--- YOUR INSTRUCTIONS ---
Each line in the records that mentions the word "Uncertain" needs to be listed.
─── RAW DATA ───
const ALL: [(&str, &str); 7] = [
    ("orifice.toml", ORIFICE),
    ("first_stage.toml", FIRST_STAGE),
    ("diver.toml", DIVER),
    ("acceptance.toml", ACCEPTANCE),
    ("shop.toml", SHOP),
    ("lines.toml", LINES),
    ("modbus.toml", MODBUS),
];

fn parse_with(toml: &str, logo: &[u8]) -> Result<Loaded<RegisterEntry>, RecordError> {
    parse_register(toml, "entry.toml", &mut |_| Ok(Box::new(Cursor::new(logo.to_vec()))))
}

fn parse(toml: &str) -> Result<Loaded<RegisterEntry>, RecordError> {
    parse_with(toml, LOGO)
}

fn entry(toml: &str) -> RegisterEntry {
    match parse(toml) {
        Ok(loaded) => loaded.value,
        Err(error) => panic!("{error}\n{toml}"),
    }
}

/// An entry read from files that nobody opens.
fn shut(name: &str) -> Result<Box<dyn Read>, RecordError> {
    panic!("{name} is opened")
}

/// `text` with one piece replaced; the piece must be there, once.
fn with(text: &str, old: &str, new: &str) -> String {
    assert_eq!(text.matches(old).count(), 1, "{old:?} stands once in the fixture");
    text.replacen(old, new, 1)
}

fn id(text: &str) -> Id {
    Id::new(text).unwrap()
}

#[test]
fn every_refusal_names_its_place_and_says_what_to_do() {
    let cases: toml::Table = include_str!("../fixtures/registers/refused.toml").parse().unwrap();
    let cases = cases["case"].as_array().unwrap();
    assert!(cases.len() > 90, "{}", cases.len());
    for case in cases {
        let text = |key: &str| case[key].as_str().unwrap();
        let (_, whole) = ALL.into_iter().find(|(name, _)| *name == text("file")).unwrap();
        let got = match parse(&with(whole, text("old"), text("new"))) {
            Err(error) => error.to_string(),
            Ok(_) => panic!("taken: {case}"),
        };
        assert_eq!(got, text("says"), "{case}");
    }
}

#[test]
fn every_fixture_is_read_as_it_stands() {
    let orifice = Orifice {
        id: id("CMF-0417"),
        description: Some("Restrictor of a left-hand block".to_owned()),
        serial: Some("0417".to_owned()),
        maker: Some("invented".to_owned()),
        customer: Some("Tern Dive Club".to_owned()),
        build: Build::ShortTube,
        length: Some(Length::from_m(0.2e-3)),
        nominal_diameter: Some(Length::from_m(76e-6)),
        acceptance: Some(id("SHOP-5")),
    };
    assert_eq!(entry(ORIFICE), RegisterEntry::Orifice(orifice));
    let bar = PressureDifference::from_bar;
    let first_stage = FirstStage {
        id: id("FS-01"),
        compensated: false,
        ip_range: (GaugePressure::from_bar(7.0), GaugePressure::from_bar(13.0)),
        division: bar(0.1),
        gauge_scale: Some(GaugePressure::from_bar(20.0)),
        gauge_error: Some(bar(0.3)),
        ip_spread: Some(bar(0.2)),
        ip_repeat: Some(bar(0.1)),
        max_ip: Some(GaugePressure::from_bar(13.5)),
        trapped_volume: Some(Uncertain {
            value: Volume::from_m3(12e-6),
            expanded: Some(Volume::from_m3(3e-6)),
        }),
        // 1 bar/min is 5000/3 Pa/s.
        fall_observed: Some(Uncertain {
            value: PressureRate::from_pa_s(3500.0),
            expanded: Some(PressureRate::from_pa_s(1000.0 / 3.0)),
        }),
        maker: Some("invented".to_owned()),
        serial: Some("B-2207".to_owned()),
    };
    assert_eq!(entry(FIRST_STAGE), RegisterEntry::FirstStage(first_stage));
    let diver = Diver {
        id: id("D-07"),
        name: Some("R. Halász".to_owned()),
        mass: Some(Mass::from_kg(82.0)),
        loop_volume: Some(Uncertain {
            value: Volume::from_m3(7.5e-3),
            expanded: Some(Volume::from_m3(1e-3)),
        }),
        diluent: Some(Diluent::Oxygen(Share::from_ratio(0.18))),
    };
    assert_eq!(entry(DIVER), RegisterEntry::Diver(diver));
    let acceptance = Acceptance {
        id: Some(id("SHOP-5")),
        ip: GaugePressure::from_bar(10.0),
        flow: StpdFlow::from_l_min(0.48),
        gas: Some(Species::Oxygen),
        tolerance: Tolerance::Relative(0.05),
        rule: Rule::Guarded,
        limits: Limits { straight: 0.004, ..Limits::DEFAULT },
    };
    assert_eq!(entry(ACCEPTANCE), RegisterEntry::Acceptance(acceptance));
    let shop = Shop {
        name: "Harbour Orifice Works".to_owned(),
        address: "1 Slip Road\n7000 Hobart".to_owned(),
        contact: Some("bench@harbour.example".to_owned()),
        logo: Some(Logo { file_name: "logo.svg".to_owned(), bytes: LOGO.to_vec() }),
        accent: Some("#0B6E7A".to_owned()),
        number_pattern: Some("{year}-{n:4}".to_owned()),
        signatories: vec![
            Signatory { name: "I. Varga".to_owned(), role: None },
            Signatory { name: "M. Okafor".to_owned(), role: Some("head of calibration".to_owned()) },
        ],
        statements: vec!["Results hold for the item as received.".to_owned()],
    };
    assert_eq!(entry(SHOP), RegisterEntry::Shop(shop));
}

#[test]
fn the_instrument_of_the_interface_is_read_as_it_stands() {
    let RegisterEntry::Instrument(lines) = entry(LINES) else { panic!("an instrument") };
    let papers = Papers {
        gain: Some(0.008),
        zero: Some(IndicatedFlow::from_l_min(0.0006)),
        noise: Some(Amount::OfReading(0.002)),
        resolution: Some(IndicatedFlow::from_l_min(0.0001)),
        coverage: 2.0,
        range: Some((IndicatedFlow::from_l_min(0.02), IndicatedFlow::from_l_min(2.0))),
        certificate: Some("FM-2026-118".to_owned()),
        due: NaiveDate::from_ymd_opt(2027, 3, 1),
    };
    let kind = MeterKind::Mass {
        reads_at: ReferenceConditions {
            temperature: Temperature::from_c(20.0),
            pressure: AbsolutePressure::from_pa(101_325.0),
        },
        made_for: Species::Oxygen,
        gas_factor: None,
    };
    let want = Instrument {
        id: id("FM-01"),
        measures: Measures::Flow,
        socket: Some(Socket::Port("/dev/ttyUSB0".to_owned())),
        baud: Some(19_200),
        frame: Some("8N1".to_owned()),
        unit: Some("L/min".to_owned()),
        protocol: Some(Protocol::Lines {
            ask: Some("READ?\n".to_owned()),
            every: Some(Span::from_s(0.2)),
            ends: "\r\n".to_owned(),
            pattern: r"(?P<value>[-+]?\d+(\.\d+)?)".to_owned(),
            stale_after: Some(Span::from_s(2.0)),
        }),
        papers: Some(InstrumentPapers::Meter(Meter { id: Some(id("FM-01")), kind, papers })),
    };
    assert_eq!(lines, want);
    let RegisterEntry::Instrument(modbus) = entry(MODBUS) else { panic!("an instrument") };
    assert_eq!(modbus.socket, Some(Socket::Usb("0403:6001:A10K".to_owned())));
    let protocol = Protocol::ModbusRtu {
        device: 1,
        table: ModbusTable::Input,
        register: 0,
        number: ModbusNumber::I32,
        word_order: WordOrder::Big,
        scale: 0.001,
        every: Some(Span::from_s(0.2)),
        stale_after: Some(Span::from_s(2.0)),
    };
    assert_eq!(modbus.protocol, Some(protocol));
    let Some(InstrumentPapers::Transducer(papers)) = modbus.papers else { panic!("a transducer") };
    assert_eq!((papers.id, papers.papers.coverage.to_bits()), (Some(id("PT-01")), 2_f64.to_bits()));
}

#[test]
fn a_name_alone_is_an_entry_where_nothing_more_is_needed() {
    let bare = entry("record = \"orifice\"\nid = \"A\"");
    assert_eq!(bare, RegisterEntry::Orifice(Orifice::bare(id("A"))));
    assert_eq!(
        entry("record = \"diver\"\nid = \"A\"\nname = \" \""),
        RegisterEntry::Diver(Diver::bare(id("A")))
    );
    // A thermometer that is read by eye.
    let RegisterEntry::Instrument(read_by_eye) =
        entry("record = \"instrument\"\nid = \"T\"\nmeasures = \"temperature\"\nunit = \"C\"")
    else {
        panic!("an instrument")
    };
    assert_eq!((read_by_eye.socket, read_by_eye.unit.as_deref()), (None, Some("°C")));
}

#[test]
fn instruments_are_read_however_they_may_be_written() {
    let lower = with(LINES, "\"8N1\"", "\"8n1\"");
    assert_eq!(entry(&lower), entry(LINES));
    assert_eq!(entry(&with(LINES, "\"L/min\"\n\n", "\"lpm\"\n\n")), entry(LINES));
    let group = with(LINES, "unit = \"L/min\"\n", "");
    let group = with(&group, "(\\.\\d+)?)'", "(\\.\\d+)?) (?<unit>.*)'");
    let RegisterEntry::Instrument(sends_unit) = entry(&group) else { panic!("an instrument") };
    assert_eq!(sends_unit.unit, None);
    for (measures, unit) in [("cell", "mV"), ("cell", "bar"), ("depth", "ft"), ("barometer", "inHg")] {
        let (head, _) = MODBUS.split_once("[transducer]").unwrap();
        let toml = with(head, "\"pressure\"", &format!("\"{measures}\""));
        let RegisterEntry::Instrument(instrument) =
            entry(&with(&toml, "unit = \"bar\"", &format!("unit = \"{unit}\"")))
        else {
            panic!("an instrument")
        };
        assert_eq!((instrument.measures.name(), instrument.unit.as_deref()), (measures, Some(unit)));
    }
    // A meter of a register is held to the gas of the run it is used in, not to any here.
    let air = with(LINES, "made_for = \"oxygen\"", "made_for = \"air\"\ngas_factor = \"0.98 ± 0.01\"");
    let loaded = parse(&air).unwrap();
    assert_eq!(loaded.notes, []);
    parse(&with(LINES, "made_for = \"oxygen\"", "made_for = \"air\"")).unwrap();
}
───
--- ANSWER TO THIS PROBLEM ---
        trapped_volume: Some(Uncertain {
        fall_observed: Some(Uncertain {
        loop_volume: Some(Uncertain {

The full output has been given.